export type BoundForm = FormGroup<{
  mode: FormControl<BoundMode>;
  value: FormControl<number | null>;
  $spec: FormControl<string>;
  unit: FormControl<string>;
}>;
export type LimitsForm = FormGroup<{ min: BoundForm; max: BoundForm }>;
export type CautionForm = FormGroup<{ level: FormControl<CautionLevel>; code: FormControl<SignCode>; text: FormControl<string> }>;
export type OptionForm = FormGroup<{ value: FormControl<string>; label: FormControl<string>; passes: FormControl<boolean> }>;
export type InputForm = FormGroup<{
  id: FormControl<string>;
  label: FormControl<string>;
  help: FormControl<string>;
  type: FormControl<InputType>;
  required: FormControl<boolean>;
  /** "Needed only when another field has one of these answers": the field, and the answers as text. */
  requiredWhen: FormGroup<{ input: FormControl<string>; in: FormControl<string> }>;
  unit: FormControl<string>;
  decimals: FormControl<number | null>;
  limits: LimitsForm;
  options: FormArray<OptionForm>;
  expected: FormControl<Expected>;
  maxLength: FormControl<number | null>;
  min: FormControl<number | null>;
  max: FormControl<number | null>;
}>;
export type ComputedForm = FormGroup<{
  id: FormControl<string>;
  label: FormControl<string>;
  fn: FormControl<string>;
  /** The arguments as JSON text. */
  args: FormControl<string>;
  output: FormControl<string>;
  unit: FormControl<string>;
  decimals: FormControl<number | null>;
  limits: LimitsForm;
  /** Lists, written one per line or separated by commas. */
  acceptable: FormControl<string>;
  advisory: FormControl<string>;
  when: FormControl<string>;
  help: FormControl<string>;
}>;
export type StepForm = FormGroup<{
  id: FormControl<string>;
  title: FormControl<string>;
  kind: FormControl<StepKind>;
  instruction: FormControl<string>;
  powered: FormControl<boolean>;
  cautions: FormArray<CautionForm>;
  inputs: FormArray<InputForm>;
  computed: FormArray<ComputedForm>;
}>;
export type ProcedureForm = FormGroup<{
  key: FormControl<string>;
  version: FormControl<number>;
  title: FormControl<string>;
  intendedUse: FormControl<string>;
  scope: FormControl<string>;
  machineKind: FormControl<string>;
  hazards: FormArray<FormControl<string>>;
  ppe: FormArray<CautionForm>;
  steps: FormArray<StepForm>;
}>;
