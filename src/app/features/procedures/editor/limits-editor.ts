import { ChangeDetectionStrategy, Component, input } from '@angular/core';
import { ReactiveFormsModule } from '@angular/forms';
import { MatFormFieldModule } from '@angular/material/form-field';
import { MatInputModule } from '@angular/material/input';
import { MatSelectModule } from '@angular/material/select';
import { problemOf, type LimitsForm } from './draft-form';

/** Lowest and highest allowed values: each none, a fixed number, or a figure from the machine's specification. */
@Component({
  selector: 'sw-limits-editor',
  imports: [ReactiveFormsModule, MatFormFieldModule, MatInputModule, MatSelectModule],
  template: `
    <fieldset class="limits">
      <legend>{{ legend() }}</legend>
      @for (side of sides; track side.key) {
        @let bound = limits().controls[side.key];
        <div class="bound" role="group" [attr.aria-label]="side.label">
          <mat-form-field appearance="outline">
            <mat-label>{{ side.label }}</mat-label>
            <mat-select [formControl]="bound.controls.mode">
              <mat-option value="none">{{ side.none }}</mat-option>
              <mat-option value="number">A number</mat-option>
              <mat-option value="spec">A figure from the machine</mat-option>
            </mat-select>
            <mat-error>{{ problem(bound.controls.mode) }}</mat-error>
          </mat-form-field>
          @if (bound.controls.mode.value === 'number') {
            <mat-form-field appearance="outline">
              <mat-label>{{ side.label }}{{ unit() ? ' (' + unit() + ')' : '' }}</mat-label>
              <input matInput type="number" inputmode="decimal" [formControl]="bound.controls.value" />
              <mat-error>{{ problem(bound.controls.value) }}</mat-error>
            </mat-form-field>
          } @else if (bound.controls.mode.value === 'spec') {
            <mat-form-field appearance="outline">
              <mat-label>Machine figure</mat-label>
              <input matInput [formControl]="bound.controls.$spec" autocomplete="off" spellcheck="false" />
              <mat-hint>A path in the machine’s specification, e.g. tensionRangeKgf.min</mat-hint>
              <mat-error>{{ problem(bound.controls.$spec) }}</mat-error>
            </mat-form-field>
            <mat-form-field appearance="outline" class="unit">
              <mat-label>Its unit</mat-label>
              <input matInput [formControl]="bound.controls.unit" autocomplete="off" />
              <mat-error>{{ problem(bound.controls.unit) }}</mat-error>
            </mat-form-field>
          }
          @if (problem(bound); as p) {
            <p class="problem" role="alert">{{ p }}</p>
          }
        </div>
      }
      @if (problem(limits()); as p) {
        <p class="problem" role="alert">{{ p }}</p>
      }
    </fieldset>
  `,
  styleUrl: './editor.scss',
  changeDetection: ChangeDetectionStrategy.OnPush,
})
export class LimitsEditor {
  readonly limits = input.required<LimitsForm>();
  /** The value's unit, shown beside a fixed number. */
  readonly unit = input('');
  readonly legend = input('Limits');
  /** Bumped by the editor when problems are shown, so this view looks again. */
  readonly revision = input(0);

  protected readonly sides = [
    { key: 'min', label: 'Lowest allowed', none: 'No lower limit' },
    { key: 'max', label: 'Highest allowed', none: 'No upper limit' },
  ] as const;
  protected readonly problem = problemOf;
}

# Task to carry out
Copy each line containing the word "unit" from the data.

# Completed task
  unit: FormControl<string>;
  unit: FormControl<string>;
  unit: FormControl<string>;
              <mat-label>{{ side.label }}{{ unit() ? ' (' + unit() + ')' : '' }}</mat-label>
            <mat-form-field appearance="outline" class="unit">
              <mat-label>Its unit</mat-label>
              <input matInput [formControl]="bound.controls.unit" autocomplete="off" />
              <mat-error>{{ problem(bound.controls.unit) }}</mat-error>
  /** The value's unit, shown beside a fixed number. */
  readonly unit = input('');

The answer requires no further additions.